Likewise, AT&T (T) and WorldCom (WCOM) appear shaky now as core holdings, he said. "They are selling commodity minutes. Where are the proprietary products?"

But when the long-term outlook remains strong, it can pay to add to one's position in a slumping core holding, Reynolds notes.

"I was buying Disney around $25 even though the short-term fundamentals looked a little iffy," Reynolds said. "Is the world really not going to go to theme parks, watch sporting events and go to the movies anymore?"

* Robert Bender, a Pasadena-based money manager who helps his son Reed Bender run Bender Growth--a mid-cap fund that returned an annualized 56.3% in the last three years--defines a core holding as a company that can consistently grow cash flow and earnings by more than 20% a year without relying on acquisitions.

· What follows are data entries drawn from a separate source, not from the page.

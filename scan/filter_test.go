package scan

import (
	"math"
	"math/rand/v2"
	"strings"
	"testing"
)

// squareSurface returns an nx×ny surface of Measured cells with heights
// f(x, y), centred on the origin.
func squareSurface(nx, ny int, h float64, f func(x, y float64) float64) *Surface {
	s := NewSurface(nx, ny, h, -float64(nx/2)*h, -float64(ny/2)*h)
	for j := range ny {
		for i := range nx {
			k := s.Index(i, j)
			s.ZM[k] = f(s.X(i), s.Y(j))
			s.State[k] = Measured
		}
	}
	return s
}

// discSurface returns the base disc of radius r at cell h with heights f.
func discSurface(r, h float64, f func(x, y float64) float64) *Surface {
	k := int(math.Floor(r/h + 1e-9))
	s := NewSurface(2*k+1, 2*k+1, h, -float64(k)*h, -float64(k)*h)
	for j := range s.Ny {
		for i := range s.Nx {
			x, y := s.X(i), s.Y(j)
			if x*x+y*y <= r*r*(1+1e-12) {
				q := s.Index(i, j)
				s.ZM[q] = f(x, y)
				s.State[q] = Measured
			}
		}
	}
	return s
}

func TestFormFilterTransmission(t *testing.T) {
	// ISO 16610-61 (and -21 for profiles): Gaussian transmission
	// H(λ) = exp(−π (α λc/λ)²) with α² = ln2/π, i.e. 2^−(λc/λ)²; 50 % at
	// λ = λc (PHYSICS-REFERENCES.md, TRADE-FACTS.md section 5 [F]).
	const (
		lc = 8e-3
		h  = 0.25e-3
	)
	cases := []struct {
		ratio float64 // λ/λc
		angle float64 // direction of the wave vector, degrees from x
		want  float64
		tol   float64
	}{
		{1, 0, 0.5, 0.002},
		{1, 30, 0.5, 0.002},
		{2, 0, math.Pow(2, -0.25), 0.002},
		{0.5, 90, 1.0 / 16, 0.002},
		{10, 0, math.Pow(2, -0.01), 0.002},
		{0.25, 0, math.Pow(2, -16), 0.001},
	}
	for _, tc := range cases {
		lambda := tc.ratio * lc
		th := tc.angle * math.Pi / 180
		kx, ky := 2*math.Pi/lambda*math.Cos(th), 2*math.Pi/lambda*math.Sin(th)
		s := squareSurface(241, 241, h, func(x, y float64) float64 {
			return 10e-6 * math.Sin(kx*x+ky*y)
		})
		res, err := FormFilter(s, lc)
		if err != nil {
			t.Fatal(err)
		}
		// Least-squares amplitude of sin and cos over cells at least λc
		// from the grid's edge (full kernel there).
		var ss, sc, cc, zs, zc float64
		for j := range s.Ny {
			for i := range s.Nx {
				x, y := s.X(i), s.Y(j)
				if math.Abs(x) > 30e-3-lc-h || math.Abs(y) > 30e-3-lc-h {
					continue
				}
				sn, cs := math.Sin(kx*x+ky*y), math.Cos(kx*x+ky*y)
				z := res.Form.ZM[s.Index(i, j)]
				ss += sn * sn
				sc += sn * cs
				cc += cs * cs
				zs += z * sn
				zc += z * cs
			}
		}
		det := ss*cc - sc*sc
		a := (zs*cc - zc*sc) / det
		b := (zc*ss - zs*sc) / det
		got := math.Hypot(a, b) / 10e-6
		if math.Abs(got-tc.want) > tc.tol {
			t.Errorf("λ = %g λc at %g°: transmission %.4f, want %.4f ± %g", tc.ratio, tc.angle, got, tc.want, tc.tol)
		}
	}
}

func TestFormFilterKeepsPlanesToTheRim(t *testing.T) {
	f := plane(3e-3, -1.5e-3, 0.2e-3)
	s := discSurface(0.03, 0.5e-3, f)
	// A hole marked Filled takes part like any base cell.
	s.State[s.Index(20, 60)] = Filled
	res, err := FormFilter(s, 8e-3)
	if err != nil {
		t.Fatal(err)
	}
	for k := range s.ZM {
		if !s.InBase(k) {
			if !math.IsNaN(res.Form.ZM[k]) || res.Form.State[k] != Outside {
				t.Fatalf("outside cell %d changed", k)
			}
			continue
		}
		if d := res.Form.ZM[k] - s.ZM[k]; math.Abs(d) > 1e-15 {
			t.Fatalf("cell %d moved by %g m", k, d)
		}
	}
	if res.NoiseM > 1e-15 || res.CutoffM != 8e-3 {
		t.Errorf("noise %g, cut-off %g", res.NoiseM, res.CutoffM)
	}
}

func TestFormFilterDishConcavity(t *testing.T) {
	// A paraboloid's curvature is kept by a Gaussian in the interior (it
	// only adds a constant); the first-order rim correction keeps the
	// rim's slope. Concavity moves by less than 0.3 %.
	const r, sag = 0.05, 0.25e-3
	s := discSurface(r, 0.5e-3, dish(sag, r))
	res, err := FormFilter(s, 8e-3)
	if err != nil {
		t.Fatal(err)
	}
	raw, err := MeasureForm(s, r)
	if err != nil {
		t.Fatal(err)
	}
	flt, err := MeasureForm(res.Form, r)
	if err != nil {
		t.Fatal(err)
	}
	d := flt.ConcavityM/raw.ConcavityM - 1
	t.Logf("concavity %.5f mm filtered, %.5f mm raw (%+.3f %%)", flt.ConcavityM*1e3, raw.ConcavityM*1e3, 100*d)
	// (A zero-order normalised convolution gives −1.4 % here.)
	if math.Abs(d) > 0.003 {
		t.Errorf("filtered concavity %.5f mm vs %.5f mm raw (%.2f %%)", flt.ConcavityM*1e3, raw.ConcavityM*1e3, 100*d)
	}
}

func TestFormFilterNoise(t *testing.T) {
	// Flat base with 8 µm white noise, gridded from one point per cell
	// (at the cell centres). The 8 mm filter keeps the noise's mean only:
	// its 2-D weight at the centre cell is (h/(α λc))² = 1.8 %, so
	// RMS(raw − filtered) = 8 µm·sqrt(1 − 2·0.018 + Σw²) ≈ 7.9 µm.
	const (
		r, h  = 0.05, 0.5e-3
		sigma = 8e-6
	)
	rng := rand.New(rand.NewPCG(11, 12))
	pts := cellCloud(r, h, plane(0, 0, 0), 0, sigma, rng)
	g, err := Grid(levelled(&Cloud{Points: pts}, r), GridOptions{CellM: h})
	if err != nil {
		t.Fatal(err)
	}
	res, err := FormFilter(g.Raw, 8e-3)
	if err != nil {
		t.Fatal(err)
	}
	if res.NoiseM < 0.95*sigma || res.NoiseM > 1.01*sigma {
		t.Errorf("noise %.3f µm, want 7.6..8.08 µm", res.NoiseM*1e6)
	}
	raw, err := MeasureForm(g.Raw, r)
	if err != nil {
		t.Fatal(err)
	}
	flt, err := MeasureForm(res.Form, r)
	if err != nil {
		t.Fatal(err)
	}
	// Raw peak-to-valley of 31 000 Gaussian samples is about 8.5 σ.
	if raw.FlatnessLSM < 7*sigma {
		t.Errorf("raw flatness %.1f µm, expected about 68 µm", raw.FlatnessLSM*1e6)
	}
	// The first-order fit at the rim passes more noise than the plain
	// Gaussian inside (measured: 0.22 σ RMS at the very rim against
	// 0.10 σ inside), so the rim sets the filtered zone: still more than
	// 5× below the raw one.
	if flt.FlatnessMZM > 0.2*raw.FlatnessLSM {
		t.Errorf("filtered MZ flatness %.2f µm not far below raw PV %.2f µm", flt.FlatnessMZM*1e6, raw.FlatnessLSM*1e6)
	}
	t.Logf("noise %.3f µm; raw PV %.1f µm; filtered MZ %.2f µm", res.NoiseM*1e6, raw.FlatnessLSM*1e6, flt.FlatnessMZM*1e6)
}

func TestFormFilterOff(t *testing.T) {
	s := discSurface(0.01, 1e-3, dish(1e-4, 0.01))
	res, err := FormFilter(s, 0)
	if err != nil {
		t.Fatal(err)
	}
	if res.NoiseM != 0 || res.CutoffM != 0 {
		t.Errorf("filter off: noise %g, cut-off %g", res.NoiseM, res.CutoffM)
	}
	for k := range s.ZM {
		if s.InBase(k) && res.Form.ZM[k] != s.ZM[k] {
			t.Fatal("filter off changed a height")
		}
	}
	res.Form.ZM[s.Index(10, 10)] = 1
	if s.ZM[s.Index(10, 10)] == 1 {
		t.Error("filter off returned the input, not a copy")
	}
}

func TestFormFilterBadInput(t *testing.T) {
	good := discSurface(0.01, 1e-3, plane(0, 0, 0))
	empty := NewSurface(5, 5, 1e-3, 0, 0)
	bad := &Surface{Nx: 3, Ny: 3, CellM: 1e-3, ZM: make([]float64, 8), State: make([]CellState, 9)}
	cases := []struct {
		name string
		s    *Surface
		lc   float64
		want string
	}{
		{"nil", nil, 8e-3, "nil surface"},
		{"negative", good, -1, "cut-off"},
		{"nan", good, math.NaN(), "cut-off"},
		{"coarse", good, 3e-3, "under 4 grid cells"},
		{"empty", empty, 8e-3, "no base cells"},
		{"malformed", bad, 8e-3, "malformed"},
	}
	for _, tc := range cases {
		t.Run(tc.name, func(t *testing.T) {
			_, err := FormFilter(tc.s, tc.lc)
			if err == nil || !strings.Contains(err.Error(), tc.want) {
				t.Errorf("error %v, want one containing %q", err, tc.want)
			}
		})
	}
}

// BenchmarkFormFilter filters a 200 mm base at 0.5 mm cells (401×401
// grid) with the default 8 mm cut-off.
func BenchmarkFormFilter(b *testing.B) {
	s := discSurface(0.1, 0.5e-3, dish(0.3e-3, 0.1))
	b.ResetTimer()
	for b.Loop() {
		if _, err := FormFilter(s, 8e-3); err != nil {
			b.Fatal(err)
		}
	}
}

"We've owned Cisco for 11 years now," he said. "For any investor, a core position is a company that continues to meet your criteria on a fundamental basis." Cisco still does, he said.

Like Reynolds, Bender also looks for leading companies in industries where the global economy points to robust growth.

In database management, he likes Oracle (ORCL); in Internet security, Check Point Software; in data filing, Network Appliance (NTAP); in document transmission, VeriSign (VRSN); in online advertising, DoubleClick (DCLK).

In retail, Bender likes Starbucks (SBUX), discount clothing seller Kohl's (KSS) and home furnishings seller Bed Bath & Beyond (BBBY); in "clean power," Camarillo-based Power-One (PWER); and in payroll and accounting services, Paychex (PAYX).

* William Nygren, whose mid-cap value Oakmark Select fund has gained an annualized 20.3% in the last three years, takes a bottom-up approach that has left him light in tech.

"We want a company that's selling at a large discount to the economic value of the business, and we'll keep it until it's fully valued," he said.

That usually means hanging onto a stock for a few years. Indeed, a core holding, by definition, often requires that you be patient with it.

"I'd love it if I could buy something and then wake up the next day and see that its price has shot up to what we think it's worth. But the market doesn't work that way," he said.

Like Reynolds and Bender, Nygren looks for companies with a leading position in their business.

Washington Mutual (WM), for example, is the biggest savings and loan and it has been gaining market share, he said. Though the stock has rallied smartly this year, WaMu's price-to-earnings ratio remains reasonable compared with its earnings-growth prospects, Nygren said.